Hawaii to pay $15M in Encinitas hiker's death

By Greg Moran, Originally published March 20, 2012 at 5:33 p.m., updated March 20, 2012 at 6:12 p.m.

The family of an Encinitas woman who plunged to her death off a cliff in a Hawaiian state park in 2006 has settled a wrongful death lawsuit with that state for $15 million.

The settlement, which the Legislature must still approve, is believed to be the largest Hawaii has ever agreed to in a wrongful death suit, said Mark Davis, the lawyer for the family of the deceased woman, Elizabeth Brem.

Brem, 35, was killed along with her cousin, Paula Ramirez, 25, on Dec. 19, 2006, while hiking on the island of Kauai. The pair was heading to the Opaeka’a waterfall in the Waialua River State Park, a popular destination.

A trail leads from a scenic overlook parking area down to a lagoon at the base of the falls. At one point the trail forks, and going left leads to the lagoon. A path to the right looks to be part of the trail but is not, and instead leads to a cliff with a 300-foot drop.

Park officials had placed a sign that said, “Dangerous. Keep Out. Hazardous Conditions,” to deter people from taking the risky hike down.

Davis said the position of the sign indicated the left side trail was dangerous, but not the right side. Brem and her cousin went right, and both fell to their deaths.

A Hawaiian judge last year found the state was liable for the deaths of Brem and her cousin because the sign created a hazard that essentially led them to their fatal fall, Davis said. The $15.4 million settlement includes $425,000 for Ramirez’s family.

Brem was a partner at the Gibson Dunn & Crutcher law firm and specialized in securities litigation.
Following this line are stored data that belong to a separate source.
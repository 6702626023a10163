package org.ringsweep.runner.cli;

import static org.junit.jupiter.api.Assertions.assertEquals;
import static org.junit.jupiter.api.Assertions.assertFalse;
import static org.junit.jupiter.api.Assertions.assertTrue;

import java.nio.file.Path;
import java.util.LinkedHashMap;
import java.util.List;
import java.util.Map;
import org.junit.jupiter.api.Test;
import org.junit.jupiter.api.io.TempDir;
import org.ringsweep.runner.batch.Verification;
import org.ringsweep.runner.results.EdgeResult;
import org.ringsweep.runner.results.ReceiverResult;
import org.ringsweep.runner.results.ResultRecord;
import org.ringsweep.runner.results.Verdict;
import org.ringsweep.runner.testing.Ngspice;

/** {@code sweep --engine builtin --verify P%}: the built-in engine checked against ngspice. */
class SweepVerifyTests {
    @TempDir
    Path out;

    @Test
    void builtInSweepVerifiedAgainstNgspiceAgreesWithinTolerance() {
        Ngspice.require();
        CliRun run = CliRun.of("sweep", CliRun.resource("sweeps/p2p-small.yaml").toString(), "--engine", "builtin",
                "--verify", "100%", "--out", out.toString(), "--no-report");
        assertTrue(run.exitCode() <= ExitCodes.VIOLATION, run.err() + run.out());
        assertTrue(run.out().contains("Verification against ngspice: 6 point(s)"), run.out());
        // The built-in engine is held to 1 % of the swing and 10 ps + 1 % against ngspice (issue 4's tolerance).
        assertFalse(run.out().contains("BEYOND TOLERANCE"), run.out());
        assertFalse(run.out().contains("FLAGGED"), run.out());
    }

    private static ResultRecord record(double vMax, double delay, int crossings) {
        Map<String, Object> rise = new LinkedHashMap<>();
        rise.put("v_max", vMax);
        rise.put("v_min", 0.0);
        rise.put("delay_s", delay);
        rise.put("crossings", crossings);
        Map<String, EdgeResult> edges = Map.of("rise", new EdgeResult(rise));
        return new ResultRecord("N", "typ", Map.of(), "x", "1", Verdict.PASS,
                List.of(new ReceiverResult("U2.1", Verdict.PASS, edges, List.of())), "d.cir", "", "n.yaml", "h", List.of(), List.of());
    }

    @Test
    void differencesBeyondTheToleranceAreFlaggedAndWithinAreNot() {
        Map<String, Verification.Worst> worst = new LinkedHashMap<>();
        // Hand-chosen values: 1 % of a 3.3 V swing is 33 mV; 10 ps + 1 % of 1 ns is 20 ps.
        assertTrue(Verification.compare(record(3.50, 1.000e-9, 1), record(3.48, 1.015e-9, 1), 3.3, worst).isEmpty());
        List<String> beyond = Verification.compare(record(3.50, 1.000e-9, 2), record(3.45, 1.030e-9, 1), 3.3, worst);
        assertEquals(3, beyond.size(), beyond.toString());
        assertTrue(worst.get("v_max_v").beyondTolerance());
        assertEquals(0.05, worst.get("v_max_v").difference(), 1e-12);
    }
}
She had also served a brief stint on the state Coastal Commission in 2006. The damages award was based on her potential future earnings power at the profitable law firm.

She was the mother of two children who were under the age of 5 at the time. Her husband now works for a private equity group in China, Davis said.

Two days after Brem died, park officials fenced off the area where the fall occurred.